Bab 1: Malam yang Gelap
Malam itu terasa lebih mencekam di desa Sidomulyo. Angga, seorang pemuda desa yang dikenal gigih, melangkah memasuki hutan dengan hati berdebar. Ia membawa sesaji berupa dupa dan bunga tujuh rupa, sesuai dengan petunjuk sesepuh desa. Angga merasa bertanggung jawab untuk menghadapi Genderowo, makhluk gaib yang konon bangkit karena amarah akibat ulah manusia yang merusak hutan. Hutan yang dahulu lebat kini gundul, dan air sungai yang menghidupi desa perlahan mengering.

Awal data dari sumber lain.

def test_a_struts_axis_always_passes_its_top_mount():
    for row in figures(CARS["strut-hatch"], TRAVELS, RACKS)["poses"]:
        # The lower mount and the top mount are given; the axis's third point is worked out
        # from the knuckle as a rigid body at ride height.
        ride = CARS["strut-hatch"].left.points
        body = [names.LOWER_BALL, names.TIE_OUTER, names.WHEEL_CENTER, names.STRUT_LOWER]
        before = np.array([[ride[n].fore, ride[n].over, ride[n].up] for n in body])
        after = np.array([space(row["points"][n]) for n in body])
        u, _, vt = np.linalg.svd((before - before.mean(0)).T @ (after - after.mean(0)))
        turn = (u @ np.diag([1, 1, np.sign(np.linalg.det(u @ vt))]) @ vt).T
        top = np.array([ride[names.STRUT_TOP].fore, ride[names.STRUT_TOP].over,
                        ride[names.STRUT_TOP].up])
        axis = turn @ (top - before[3])
        to_top = space(row["points"][names.STRUT_TOP]) - after[3]
        off = np.linalg.norm(np.cross(axis, to_top)) / np.linalg.norm(axis)
        assert off < 1e-6


def test_travel_is_the_wheel_centers_rise_and_rack_the_inner_ends_way(car):
    layout, got = car
    for row in got["poses"]:
        side = layout.side(row["side"])
        rise = row["points"][names.WHEEL_CENTER]["up"] - side[names.WHEEL_CENTER].up
        assert rise == pytest.approx(row["travel"], abs=1e-8)
        if layout.title != "Steering-box sedan":
            # The rack moves to the car's left: outboard for the left end.
            way = row["rack"] if row["side"] == "left" else -row["rack"]
            shift = row["points"][names.TIE_INNER]["over"] - side[names.TIE_INNER].over
            assert shift == pytest.approx(way, abs=1e-9)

Di tengah kabut tebal, suara ranting patah terdengar, membuat Angga terhenti. Udara mendadak menjadi dingin, dan kabut semakin pekat. Mata merah menyala muncul di kejauhan, dan dari bayangan gelap, Genderowo menampakkan dirinya. Tubuhnya tinggi menjulang, kulitnya menyerupai batang pohon tua yang dilumuri lumut, dan suaranya bergemuruh. “Siapa yang berani mengusik ketenangan hutan ini?” tanya Genderowo, membuat Angga gemetar.
Dengan lutut bergetar, Angga memberanikan diri berbicara. “Aku datang bukan untuk mengusikmu, tetapi memohon maaf atas perbuatan manusia yang telah merusak hutan ini,” katanya dengan suara serak. Genderowo tertawa dingin, suaranya bergema di antara pepohonan. “Permintaan maaf? Manusia hanya tahu merusak dan menyesali setelah semuanya terlambat,” balasnya dengan nada penuh amarah.

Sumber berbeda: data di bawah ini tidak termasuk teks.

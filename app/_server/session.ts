import 'server-only';
import { headers } from 'next/headers';
import { notFound, redirect } from 'next/navigation';
import { NextRequest } from 'next/server';
import type { Caller } from './caller';
import { callerOf } from './http/callerOf';
import { Refusal } from './refusal';

/** Who looks at the page; null as viewer when nobody is signed in. */
export async function pageCaller(): Promise<Caller> {
  // The address is of no matter: only cookies and headers are read.
  return callerOf(new NextRequest('http://localhost/', { headers: await headers() }));
}

/**
 * Loads what a page shows through an operation. Sends people who are not signed in to the sign-in page, and
 * answers what they may not see as a page that does not exist.
 */
export async function loadForPage<Result>(load: (caller: Caller) => Promise<Result>): Promise<Result> {
  try {
    return await load(await pageCaller());
  } catch (thrown) {
    const code = thrown instanceof Refusal ? thrown.reason.code : undefined;
    if (code === 'not-signed-in') redirect('/sign-in');
    if (code === 'not-found' || code === 'forbidden') notFound();
    throw thrown;
  }
}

Namun, Angga tidak menyerah. “Tidak semua dari kami ingin hutan ini hancur. Aku di sini untuk mencari jalan agar desa kami bisa menebus dosa-dosa kami,” kata Angga dengan suara bergetar, tetapi penuh tekad. Genderowo terdiam sejenak, menatap pemuda itu dengan mata tajam, seolah menilai ketulusan hatinya.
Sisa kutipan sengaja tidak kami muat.